PROBLEM DETAILS: Each line of the records that holds the word "from" should be copied out.

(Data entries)
*****
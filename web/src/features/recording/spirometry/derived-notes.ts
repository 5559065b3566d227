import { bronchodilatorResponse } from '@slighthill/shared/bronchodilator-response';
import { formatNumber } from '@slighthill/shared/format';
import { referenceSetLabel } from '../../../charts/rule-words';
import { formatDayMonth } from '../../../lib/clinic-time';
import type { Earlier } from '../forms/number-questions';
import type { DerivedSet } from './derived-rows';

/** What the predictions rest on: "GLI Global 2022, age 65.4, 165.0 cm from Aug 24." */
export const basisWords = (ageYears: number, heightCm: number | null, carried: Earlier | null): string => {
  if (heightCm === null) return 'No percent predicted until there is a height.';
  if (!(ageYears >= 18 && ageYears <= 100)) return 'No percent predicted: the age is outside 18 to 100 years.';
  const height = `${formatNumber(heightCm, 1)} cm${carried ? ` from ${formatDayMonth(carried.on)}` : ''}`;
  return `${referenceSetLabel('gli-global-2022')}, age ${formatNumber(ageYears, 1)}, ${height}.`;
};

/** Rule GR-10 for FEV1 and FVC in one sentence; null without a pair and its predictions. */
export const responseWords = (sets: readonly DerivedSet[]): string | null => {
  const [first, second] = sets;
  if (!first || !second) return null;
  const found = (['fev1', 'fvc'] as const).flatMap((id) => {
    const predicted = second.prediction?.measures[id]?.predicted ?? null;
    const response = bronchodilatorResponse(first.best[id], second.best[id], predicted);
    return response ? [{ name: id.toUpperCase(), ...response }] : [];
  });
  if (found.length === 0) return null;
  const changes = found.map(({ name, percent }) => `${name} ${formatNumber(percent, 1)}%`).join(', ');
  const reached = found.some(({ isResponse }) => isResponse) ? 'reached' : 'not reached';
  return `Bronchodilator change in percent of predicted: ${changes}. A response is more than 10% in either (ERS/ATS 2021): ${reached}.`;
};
*****
ANSWER FOR THE TASK:
import { bronchodilatorResponse } from '@slighthill/shared/bronchodilator-response';
import { formatNumber } from '@slighthill/shared/format';
import { referenceSetLabel } from '../../../charts/rule-words';
import { formatDayMonth } from '../../../lib/clinic-time';
import type { Earlier } from '../forms/number-questions';
import type { DerivedSet } from './derived-rows';
/** What the predictions rest on: "GLI Global 2022, age 65.4, 165.0 cm from Aug 24." */
  const height = `${formatNumber(heightCm, 1)} cm${carried ? ` from ${formatDayMonth(carried.on)}` : ''}`;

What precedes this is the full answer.